In Paktia province, an Afghan police guard exchanged fire with NATO troops near the governor's office, provincial police said. The guard was killed in the gunfight.
Insider attacks in Afghanistan rose sharply in 2012, with more than 60 coalition troops - mostly Americans - killed in more than 40 attacks that threatened to shatter all trust between Afghan and allied forces. U.S. commanders imposed a series of precautionary tactics and the number of such attacks declined sharply last year.
Such attacks are sometimes claimed by the Taliban insurgency as proof of their infiltration. Others are attributed to personal disputes or resentment by Afghans who have soured on the continued international presence in their country more than a dozen years after the fall of the Taliban's ultra-conservative Islamic regime.
There has been no claim of responsibility in Tuesday's shooting that killed Greene and wounded at least 15 others, including a German general and two Afghan generals at Marshal Fahim National Defense University, west of the Afghan capital, Kabul.
The soldier who opened fire - and was subsequently killed in a shootout - was named Rafiqullah, was in his early 20s and joined the Afghan army more than two years ago, the Afghan military official said, speaking on condition of anonymity because he was not authorized to release the information. A second Afghan military official corroborated his account.
His motives were not immediately known, the officials said. He came from a district in Paktia province known to harbor fighters from the Haqqani network, which has strong links to the Taliban and conducts attacks against U.S. forces. There also were indications that Rafiqullah had a dispute with his own superiors before the shooting and opened fire because of it, said a U.S. official who spoke on condition of anonymity to discuss information not yet made public.
On Tuesday, Rafiqullah just had returned from a patrol around Camp Qargha, where the military school is located, the official said. Others on patrol with Rafiqullah turned in their NATO-issued assault rifles, but Rafiqullah kept his and hid in a bathroom. Rafiqullah opened fire when the generals walked into view, the official said.
About half of the wounded in Tuesday's attack at Marshal Fahim National Defense University were Americans, several of them reported to be in serious condition. However, there was no indication that Greene was specifically targeted.
In a statement, NATO said Greene's body was being prepared Wednesday to be flown to the U.S. via Dover Air Force Base in Delaware.
"Our thoughts and prayers are with Maj. Gen. Greene's family, and the families of our soldiers who were injured," NATO said. "These soldiers were professionals, committed to the mission."

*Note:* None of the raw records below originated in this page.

impl<'a> Expander<'a> {
    pub(super) fn new(
        model: &'a Model,
        case: &'a Case,
        wanted: &'a Wanted<'a>,
    ) -> Result<Expander<'a>, HierarchyFault> {
        let namer = Namer::new(case);
        let small = match wanted.limit {
            Some(limit) => Small::Limit(limit, placement::occurring(case, wanted, limit, &namer)?),
            None => Small::Ratio(
                ratios::largest(model, case, wanted.equations)
                    .ok_or(HierarchyFault::NothingSmall)?,
            ),
        };
        let mut expander = Expander {
            case,
            wanted,
            namer,
            small,
            placed: Vec::new(),
            left_out: None,
        };
        for idx in wanted.equations {
            expander.place_terms(&case.equations[*idx])?;
        }
        Ok(expander)
    }

    /// The power of the small parameter that a ratio is.
    pub(super) fn power(
        &self,
        ratio: &Monomial,
        degree: u32,
    ) -> Result<BigRational, HierarchyFault> {
        match &self.small {
            Small::Limit(_, placed) => {
                let product = self
                    .namer
                    .product(ratio)
                    .ok_or_else(|| self.no_groups(ratio))?;
                Ok(placed.of(&product))
            }
            Small::Ratio(small) => Ok(small
                .power_of(ratio)
                .unwrap_or_else(|| BigRational::from_integer(degree.into()))),
        }
    }

    fn no_groups(&self, ratio: &Monomial) -> HierarchyFault {
        HierarchyFault::NoGroups(vec![self.monomial(ratio)])
    }

    fn monomial(&self, monomial: &Monomial) -> String {
        self.speller(&self.case.setting.quantities, false)
            .monomial(&monomial.without_number())
    }

    pub(super) fn speller<'s>(
        &'s self,
        quantities: &'s Quantities,
        with_partials: bool,
    ) -> Speller<'s> {
        Speller {
            symbols: &self.case.setting.names,
            quantities,
            with_partials,
        }
    }

    /// The largest coefficient: that of the lowest power, of those the nominally largest.
    fn reference(&self, equation: &'a EquationTerms) -> Result<Option<Monomial>, HierarchyFault> {
        let size = |term: &Term| self.case.setting.nominal(&term.size.resolved);
        let nominal = sizes::largest(equation.terms.iter().map(size));
        let Some(nominal) = nominal else {
            return Ok(None);
        };
        let first = equation.terms[nominal].size.resolved.without_number();
        let mut best = (nominal, BigRational::zero());
        for (idx, term) in equation.terms.iter().enumerate() {
            let ratio = term.size.resolved.over(&first)?;
            let power = self.power(&ratio, term.degree)?;
            let is_larger = size(term) > size(&equation.terms[best.0])
                && !sizes::same(size(term), size(&equation.terms[best.0]));
            if power < best.1 || power == best.1 && is_larger {
                best = (idx, power);
            }
        }
        Ok(Some(equation.terms[best.0].size.resolved.without_number()))
    }

    fn place_terms(&mut self, equation: &'a EquationTerms) -> Result<(), HierarchyFault> {
        let mut found = Vec::with_capacity(equation.terms.len());
        if let Some(reference) = self.reference(equation)? {
            for term in &equation.terms {
                found.push(self.place_term(term, &reference, &equation.terms)?);
            }
            for term in &equation.neglected {
                let power = self.power_of_term(term, &reference, &equation.terms)?;
                if self.left_out.as_ref().is_none_or(|least| power < *least) {
                    self.left_out = Some(power);
                }
            }
        }
        without_common_number(&mut found)?;
        self.placed.push(found);
        Ok(())
    }

    fn place_term(
        &self,
        term: &'a Term,
        reference: &Monomial,
        others: &[Term],
    ) -> Result<PlacedTerm<'a>, HierarchyFault> {
        let ratio = term.size.resolved.over(reference)?;
        let power = self.power_of_term(term, reference, others)?;
        let (coefficient, number) = self.coefficient(&ratio, &power)?;
        Ok(PlacedTerm {
            term,
            power,
            coefficient,
            number,
        })
    }

    /// The power of a term of an equation: beside the largest coefficient, or, where that
    /// is no power of a ratio of parts, beside the largest term of which it is one.
    fn power_of_term(
        &self,
        term: &Term,
        reference: &Monomial,
        others: &[Term],
    ) -> Result<BigRational, HierarchyFault> {
        let ratio = term.size.resolved.over(reference)?;
        let Small::Ratio(small) = &self.small else {
            return self.power(&ratio, term.degree);
        };
        if let Some(power) = small.power_of(&ratio) {
            return Ok(power);
        }
        let mut beside = BigRational::from_integer(term.degree.into());
        let mut farthest = BigRational::zero();
        for other in others {
            let power = small.power_of(&term.size.resolved.over(&other.size.resolved)?);
            if let Some(power) = power.filter(|power| *power > farthest) {
                beside = &power + BigRational::from_integer(other.degree.into());
                farthest = power;
            }
        }
        Ok(beside)
    }

    /// A ratio over a power of the small parameter, and the number left.
    pub(super) fn coefficient(
        &self,
        ratio: &Monomial,
        power: &BigRational,
    ) -> Result<(Coefficient, Number), HierarchyFault> {
        let exponent = Exponent::from_rational(power)?;
        match &self.small {
            Small::Limit(limit, _) => {
                let product = self
                    .namer
                    .product(ratio)
                    .ok_or_else(|| self.no_groups(ratio))?;
                let number = self.namer.rest(ratio, &product).ok_or(TooLarge)?;
                let groups = over(&product, &limit.small, exponent)?;
                Ok((Coefficient::Groups(groups), number))
            }
            Small::Ratio(small) => {
                let rest = ratio.over(&small.size.power(exponent)?)?;
                Ok(match self.namer.product(&rest) {
                    Some(product) => {
                        let number = self.namer.rest(&rest, &product).ok_or(TooLarge)?;
                        (Coefficient::Groups(product), number)
                    }
                    None => {
                        let number = rest.number.clone();
                        (Coefficient::Scales(rest.without_number()), number)
                    }
                })
            }
        }
    }

    /// Whether the expansions go as far as the order.
    pub(super) fn is_complete(&self) -> Result<bool, HierarchyFault> {
        let order = self.wanted.order.to_rational();
        Ok(self.left_out.as_ref().is_none_or(|least| *least > order))
    }

    /// The step in which orders are counted: the largest that all powers are whole
    /// multiples of.
    fn n_steps(&self) -> Result<u32, HierarchyFault> {
        let powers = self.placed.iter().flatten().map(|placed| &placed.power);
        let mut steps = BigInt::from(1);
        for power in powers {
            steps = Integer::lcm(&steps, power.denom());
        }
        steps
            .to_u32()
            .filter(|steps| *steps <= 1_000)
            .ok_or(HierarchyFault::TooLarge)
    }

    pub(super) fn hierarchy(&self) -> Result<Hierarchy, HierarchyFault> {
        let steps = self.n_steps()?;
        let in_steps = |power: &BigRational| {
            (power * BigRational::from_integer(steps.into()))
                .floor()
                .to_integer()
                .to_u32()
                .unwrap_or(u32::MAX)
        };
        let asked = in_steps(&self.wanted.order.to_rational());
        let generators: Vec<u32> = self
            .placed
            .iter()
            .flatten()
            .filter(|placed| placed.power.is_positive())
            .map(|placed| in_steps(&placed.power))
            .collect();
        // The next order after the first gives the solvability conditions.
        let next = generators.iter().copied().min().unwrap_or(0);
        let has_series = matches!(self.small, Small::Limit(..));
        let highest = if has_series { asked.max(next) } else { asked };
        let degrees = generated(&generators, highest);
        let coefficients = self.coefficients(&degrees, highest, steps, has_series)?;
        let equations: Vec<Vec<Part>> = self
            .placed
            .iter()
            .map(|terms| self.parts(terms, &coefficients, in_steps))
            .collect::<Result<_, _>>()?;
        let view = View {
            expander: self,
            coefficients: &coefficients,
            steps,
            has_series,
        };
        let equations = view.without_zeros(equations, &degrees);
        let solvability = match has_series {
            true => solvability::look(&view, &equations, &degrees)?,
            false => Solvability::NotLooked,
        };
        Ok(Hierarchy {
            small: self.small_text(),
            value: self.small_value(),
            has_limit: has_series,
            placed: self.placed_groups()?,
            orders: view.orders(
                &equations,
                degrees.iter().copied().filter(|degree| *degree <= asked),
            )?,
            solvability,
        })
    }

    fn small_text(&self) -> String {
        match &self.small {
            Small::Limit(limit, _) => limit.text.clone(),
            Small::Ratio(small) => small.text.clone(),
        }
    }

    fn small_value(&self) -> f64 {
        let setting = &self.case.setting;
        let value = |group: usize| setting.nominal(&setting.groups[group].size.resolved);
        match &self.small {
            Small::Limit(limit, _) => {
                let powers = limit.small.iter();
                let values = powers.map(|(group, power)| value(*group).powf(power.to_f64()));
                values.product()
            }
            Small::Ratio(small) => setting.nominal(&small.size),
        }
    }

    fn placed_groups(&self) -> Result<Vec<PlacedGroup>, HierarchyFault> {
        let Small::Limit(_, placed) = &self.small else {
            return Ok(Vec::new());
        };
        let powers = placed.powers.iter().map(|(group, power)| {
            let setting = &self.case.setting;
            let info = &setting.groups[*group];
            Ok(PlacedGroup {
                name: info.name.clone(),
                power: Exponent::from_rational(power)?,
                value: setting.nominal(&info.size.resolved),
            })
        });
        powers.collect()
    }

    fn coefficients(
        &self,
        degrees: &[u32],
        highest: u32,
        steps: u32,
        has_series: bool,
    ) -> Result<Coefficients, HierarchyFault> {
        let setting = &self.case.setting;
        let plain = |name: &str, degree: u32| format!("{name}_{}", order_text(degree, steps));
        let is_declared = |name: &str| {
            let mut fields = setting.quantities.fields.iter();
            setting.names.iter().any(|known| known == name)
                || fields.any(|field| field.name == name)
        };
        // A field `p_0` beside `p` leaves `p_0` no room for the order 0 of `p`.
        let clashes = setting.quantities.fields.iter().any(|field| {
            let mut degrees = degrees.iter();
            degrees.any(|degree| is_declared(&plain(&field.name, *degree)))
        });
        let spelt = |name: &str, degree: u32| {
            let order = order_text(degree, steps);
            match (has_series, clashes || order.contains('/')) {
                (false, _) => name.to_owned(),
                (true, false) => plain(name, degree),
                (true, true) => format!("{name}_({order})"),
            }
        };
        let own = match has_series {
            true => degrees.to_vec(),
            false => vec![0],
        };
        let quantities = &self.case.setting.quantities;
        if own.len().saturating_mul(quantities.fields.len()) > limits::SERIES_FIELDS {
            return Err(HierarchyFault::TooLarge);
        }
        Ok(Coefficients::new(quantities, own, highest, spelt))
    }

    fn parts(
        &self,
        terms: &[PlacedTerm<'_>],
        coefficients: &Coefficients,
        in_steps: impl Fn(&BigRational) -> u32,
    ) -> Result<Vec<Part>, HierarchyFault> {
        let mut parts: Vec<Part> = Vec::new();
        for placed in terms {
            let degree = in_steps(&placed.power);
            if degree > coefficients.highest {
                continue;
            }
            let product = &placed.term.product;
            let series = match coefficients.series(product, degree) {
                Ok(series) => series,
                Err(SeriesFault::TooLarge) => return Err(HierarchyFault::TooLarge),
                Err(SeriesFault::NotAProduct) => {
                    return Err(HierarchyFault::Model(vec![ModelError::NotAProduct {
                        span: placed.term.span,
                        what: errors::Product::Expanded,
                    }]));
                }
            };
            let own = product.number.abs();
            let factor = placed.number.abs().over(&own)?.ok_or(TooLarge)?;
            for term in series {
                add(
                    &mut parts,
                    Part {
                        side: placed.term.side,
                        product: term.product,
                        factor: factor.clone(),
                        coefficient: placed.coefficient.clone(),
                        unit: placed.term.unit.clone(),
                        degree: term.degree,
                    },
                );
            }
        }
        parts.retain(|part| !part.product.number.is_zero());
        for part in &parts {
            part.number()?;
        }
        Ok(parts)
    }
}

U.S. Defense Secretary Chuck Hagel said the attack "is not going to affect our decision or resolve to continue moving forward on an enduring presence post-2014."
The German Defense Ministry identified its wounded officer Wednesday as Brig. Gen. Michael Bartscher, saying he was in stable condition at Baghram airfield and that authorities were considering bringing him back home.
Meanwhile, violence continued elsewhere in Afghanistan as Taliban fighters attacked a police checkpoint in Paktia province. Police killed nine Taliban fighters and wounded 10, while four officers were wounded, authorities said.